Sentía la brisa suave en el rostro y veía agitarse con delicados movimientos las hojas de un cocotero solitario, plantado en mitad de la arena, algo alejado de la última choza. El mar lamía las arenas, en un ir y venir de pausadas olas. La limpia luz de Oriente lo envolvía todo, proporcionando aquella visión nítida de los elementos: la línea del horizonte, la silueta de los catamaranes paravas en la lejanía, los techos de palma de las cabañas, el lento deambular de las vacas sagradas, escuálidas, el vuelo de las aves, los bellos e inocentes rostros de los tres niños…

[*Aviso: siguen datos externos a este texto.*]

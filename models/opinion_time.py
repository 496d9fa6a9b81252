r"""Opinion time: how much opinion may move between two days, in usual weeks.

A calendar week is a week of opinion time, except that a jolt adds some on its day and that time may run
faster or slower towards polling day:

.. math:: d\tau/dt = \exp(g\,s(t)), \quad s(t) = \max(0, 1 - (T - t)/60)

with T polling day, t in days, and the log height g of the ramp centred on zero: whether campaigns stir
opinion or settle it, the polls may say. Over one step between knots s is taken at its mean.
"""

from __future__ import annotations

from collections.abc import Callable
from typing import Any

import numpy as np
import pymc as pm

from models.arrays import Floats
from models.priors import Priors

Array = Any

RAMP_DAYS = 60.0


def ramp_strength(first_day: Floats, last_day: Floats, *, polling_day: float) -> Floats:
    """Mean of s(t) between days; dims as given, 0–1.

    Parameters
    ----------
    first_day, last_day
        Ends of the stretches, days on one scale with ``polling_day``, none after it.
    """

    def area(day: Floats) -> Floats:
        # Integral of s from the foot of the ramp.
        return np.asarray(np.maximum(day - (polling_day - RAMP_DAYS), 0) ** 2 / (2 * RAMP_DAYS))

    return (area(last_day) - area(first_day)) / np.maximum(last_day - first_day, 1e-12)


def opinion_weeks(step: Array, *, jolt: Array, ramp: Array, log_height: Array, exp: Callable) -> Array:
    """Opinion time of each step, weeks; dims (…, step).

    Parameters
    ----------
    step
        Calendar weeks, dims (step).
    jolt
        Weeks added by jolts, dims (step).
    ramp
        Mean of s over the step, dims (step).
    log_height
        g, dims (…, 1) or a scalar.
    exp
        The elementwise exponential to use.
    """
    return step * exp(log_height * ramp) + jolt


def add_ramp(*, priors: Priors) -> Array:
    """Put the log height of the ramp into the current model; scalar."""
    return pm.Normal("ramp_log_height", 0, priors.ramp_log_sd)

El aire que llegaba del mar, impregnado de aromas de sal y algas, penetraba en los pulmones de Francisco; inflamaba su alma y aumentaba aquella extraña dicha que le proporcionaba no ser dueño de nada, tener la sola ropa raída, descolorida y remendada sobre el cuerpo, los pies descalzos sobre la cálida arena… y el sol, aquel sol majestuoso que sentía como una caricia dorada en la piel. Y la brisa que refrescaba su frente, y que le hablaba del misterioso Espíritu referido por san Juan. Viento que sopla sin saber de dónde, y que se marcha sin saber adónde. Como una secreta inspiración, como un impulso transparente que conduce no se sabe a qué. ¿Qué elemento de la creación expresa mejor la libertad, la fuerza, la inmensidad y el misterio?

Unificándose con la presencia invisible del aire que soplaba desde el suroeste, identificándose con él, Francisco echaba a volar su alma y soñaba con otros lugares, más lejanos, hacia oriente, hacia los reinos de los confines donde decían que aún no se había pronunciado el nombre de Jesús. «Sí, iré allí. Aún no sé adonde, pero iré. Iré adonde tú me lleves».

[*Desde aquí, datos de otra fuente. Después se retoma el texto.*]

"""What the model is given: labelled numbers only, no files and no tables.

A *row* is one published set of figures: a whole poll, or one region of a poll that reports a
breakdown. A *cell* is one figure of a row: a party, an alliance, or all the rest together.
"""

from __future__ import annotations

from dataclasses import dataclass, fields

import numpy as np
from numpy.typing import NDArray

Floats = NDArray[np.float64]
Indices = NDArray[np.int64]


class ModelInputError(ValueError):
    """The arrays handed to the model contradict each other."""


@dataclass(frozen=True)
class CountryArrays:
    """Parties and regions, and where they stood at the last election.

    Attributes
    ----------
    parties, regions
        Labels, lengths P and R.
    turnout
        Each region's share of the country's votes, dims (region), sums to one.
    standing
        Whether a party stands in a region, dims (region, party).
    start_log_share
        Log of the last result's share, or of the prior median for a party without a record, dims (region,
        party); of no meaning where the party does not stand.
    reference_share
        The party's typical national share, dims (party), share 0–1: sets the size of its scales.
    lean_size
        Size c of the error that all polls share, dims (party), log units × √p.
    pilot_share
        Rough national support over the register, dims (party), sums to one: sets the sampling
        coordinates only, never the model.
    free_party
        Positions of the parties without a last result, dims (free party).
    """

    parties: tuple[str, ...]
    regions: tuple[str, ...]
    turnout: Floats
    standing: NDArray[np.bool_]
    start_log_share: Floats
    reference_share: Floats
    lean_size: Floats
    pilot_share: Floats
    free_party: Indices


@dataclass(frozen=True)
class KnotArrays:
    """The days between which opinion moves in straight lines; knot 0 is the start of the walk.

    Attributes
    ----------
    national_day, region_day
        Days since the first national knot, ascending, dims (knot); the last is polling day.
    national_step, region_step
        Calendar time between neighbouring knots, weeks, dims (knot − 1).
    national_jolt, region_jolt
        Opinion time that jolts add between neighbouring knots, weeks, dims (knot − 1).
    national_ramp, region_ramp
        How far each step lies up the ramp towards polling day, 0–1, dims (knot − 1); all zero where
        opinion time runs evenly.
    lean_clock
        Position of each national knot between last result (0) and polling day (1), dims (knot).
    lean_reference
        The clock's position at the middle of the register: where a party without a record is
        pinned to what polls say of it.
    """

    national_day: Floats
    region_day: Floats
    national_step: Floats
    region_step: Floats
    national_jolt: Floats
    region_jolt: Floats
    national_ramp: Floats
    region_ramp: Floats
    lean_clock: Floats
    lean_reference: float

    @property
    def has_ramp(self) -> bool:
        """Whether opinion time may run faster or slower towards polling day."""
        return bool((self.national_ramp > 0).any())


@dataclass(frozen=True)
class RowArrays:
    """The published figures, one entry per row.

    A row has one *part*, or several where some of its regions voted before its fieldwork: those answer for
    their own polling day.

    Attributes
    ----------
    polls, houses
        Labels, lengths I and H.
    poll_of_row
        Position in ``polls``, dims (row).
    house_of_row
        Position in ``houses``, dims (row).
    row_of_part
        Position of each part's row, dims (part).
    national_weight, region_weight
        Weight of each knot, averaged over the days the part answers for, dims (part, knot); parts sum to one.
    region_mix
        Turnout weights of the regions asked, dims (part, region); the parts of a row sum to one together.
    respondents
        Respondents behind the row's figures, dims (row).
    poll_respondents
        Respondents of the whole poll the row belongs to, dims (row).
    weighting_known
        One where the desk gave an effective sample, so that no weighting loss is left to learn; else
        zero, dims (row).
    partition
        One where a cell contains a party, dims (row, cell, party).
    answers
        Share × respondents of each cell, dims (row, cell); zero in unused cells.
    used
        One where the row has the cell, dims (row, cell).
    small_row, small_cell
        Which cells are only known to lie between two counts, dims (small).
    small_low, small_high
        Those counts, dims (small), unit: respondents.
    """

    polls: tuple[str, ...]
    houses: tuple[str, ...]
    poll_of_row: Indices
    house_of_row: Indices
    row_of_part: Indices
    national_weight: Floats
    region_weight: Floats
    region_mix: Floats
    respondents: Floats
    poll_respondents: Floats
    weighting_known: Floats
    partition: Floats
    answers: Floats
    used: Floats
    small_row: Indices
    small_cell: Indices
    small_low: Floats
    small_high: Floats


@dataclass(frozen=True)
class LeanArrays:
    """What beside its house can make a row's figures differ from the average house's.

    The house and each of these is a *term*. Terms are numbered houses first, then eras, modes,
    populations and formations; the number after the last stands for none.

    Attributes
    ----------
    era_house
        Position of each era's house, dims (era); only houses that changed their method have eras.
    mode_share
        Share of the houses that interview in each mode, dims (mode); sums to one. Empty where the register
        has one mode.
    populations
        Labels of the populations asked beside the target one.
    formations
        Alliances that some rows give as one figure from their start on, while others name the members.
    formation_members
        One for an alliance's members, dims (formation, party).
    eras, modes
        Labels.
    terms_of_row
        Number of each row's terms, dims (row, slot).
    """

    eras: tuple[str, ...]
    era_house: Indices
    modes: tuple[str, ...]
    mode_share: Floats
    populations: tuple[str, ...]
    formations: tuple[str, ...]
    formation_members: Floats
    terms_of_row: Indices


@dataclass(frozen=True)
class CountedArrays:
    """Regions that have voted and been counted.

    Attributes
    ----------
    region
        Position of each region, dims (counted).
    share
        Its result, dims (counted, party), rows sum to one.
    national_weight, region_weight
        Weight of each knot on the region's polling day, dims (counted, knot).
    people
        How many randomly drawn people a count is worth to the model; see :mod:`models.counted_regions`.
    """

    region: Indices
    share: Floats
    national_weight: Floats
    region_weight: Floats
    people: float


@dataclass(frozen=True)
class ElectionArrays:
    """Everything the model is built from; ``counted`` is None while no region has been counted."""

    country: CountryArrays
    knots: KnotArrays
    rows: RowArrays
    leans: LeanArrays
    counted: CountedArrays | None = None

    def check(self) -> None:
        """Refuse arrays that contradict each other.

        Raises
        ------
        ModelInputError
            Naming the array and what is wrong with it.
        """
        country, rows = self.country, self.rows
        for part in (country, self.knots, rows, self.leans, self.counted):
            for field in fields(part) if part is not None else ():
                value = getattr(part, field.name)
                if isinstance(value, np.ndarray) and value.dtype.kind == "f" and not np.isfinite(value).all():
                    raise ModelInputError(f"{field.name} holds a value that is not a finite number")
        _require(np.isclose(country.turnout.sum(), 1), "turnout must sum to one")
        _require(np.isclose(country.pilot_share.sum(), 1), "pilot_share must sum to one")
        _require(bool((country.pilot_share > 0).all()), "pilot_share must be positive")
        _require(bool(country.standing.any(axis=1).all()), "every region needs a party that stands there")
        _require(len(rows.respondents) > 0, "there must be at least one row")
        _require(bool((rows.respondents > 1).all()), "every row needs more than one respondent")
        _require(
            bool((rows.poll_respondents >= rows.respondents - 1e-6).all()),
            "a row cannot hold more respondents than its poll",
        )
        for name in ("national_weight", "region_weight"):
            _require(np.allclose(getattr(rows, name).sum(axis=1), 1), f"{name} must sum to one in every part")
        mix = np.bincount(rows.row_of_part, weights=rows.region_mix.sum(axis=1))
        _require(
            len(mix) == len(rows.respondents) and np.allclose(mix, 1),
            "region_mix must sum to one in every row",
        )
        _require(
            bool((rows.partition.sum(axis=1) <= 1).all()), "a party may be in one cell of a row at the most"
        )


def _require(holds: bool | np.bool_, message: str) -> None:
    if not holds:
        raise ModelInputError(message)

Estando en esta meditación, saboreó el gozo súbito que por un instante hacía brillar ante su vista atónita la belleza de la creación y el sentido de su vida, como si todo fuera evidente, claro, hermoso y profundo.

Hasta que alguien le sacó de su arrobamiento:

—¡
Swámi, swámi
blanco!

Se volvió y vio venir hacia él a un brahmán joven que caminaba con la solemnidad y la dignidad propias de su casta; el torso desnudo, la barba crecida, el pelo recogido y el triple cordón sagrado en el pecho. Cuando llegó a su proximidad, Francisco se levantó y le saludó respetuosamente. El sacerdote indio imponía por su estatura y su presencia pulcra. Los niños alzaron sus ojos asombrados y se quedaron muy quietos.

El brahmán se presentó. Era miembro del templo de Tiruchendür, un veneradísimo santuario que se hallaba hacia el sur, cerca de Kayalpatnam, el lugar donde Francisco había destruido el ídolo de la diosa Kali. Venía con ánimo pacífico, en nombre de sus compañeros, los doscientos brahmanes del templo. Le enviaba en persona su maestro, el jefe de todos, el anciano sacerdote que según decía se había reencarnado ya tres veces y por eso gobernaba a los demás desde su gran sabiduría.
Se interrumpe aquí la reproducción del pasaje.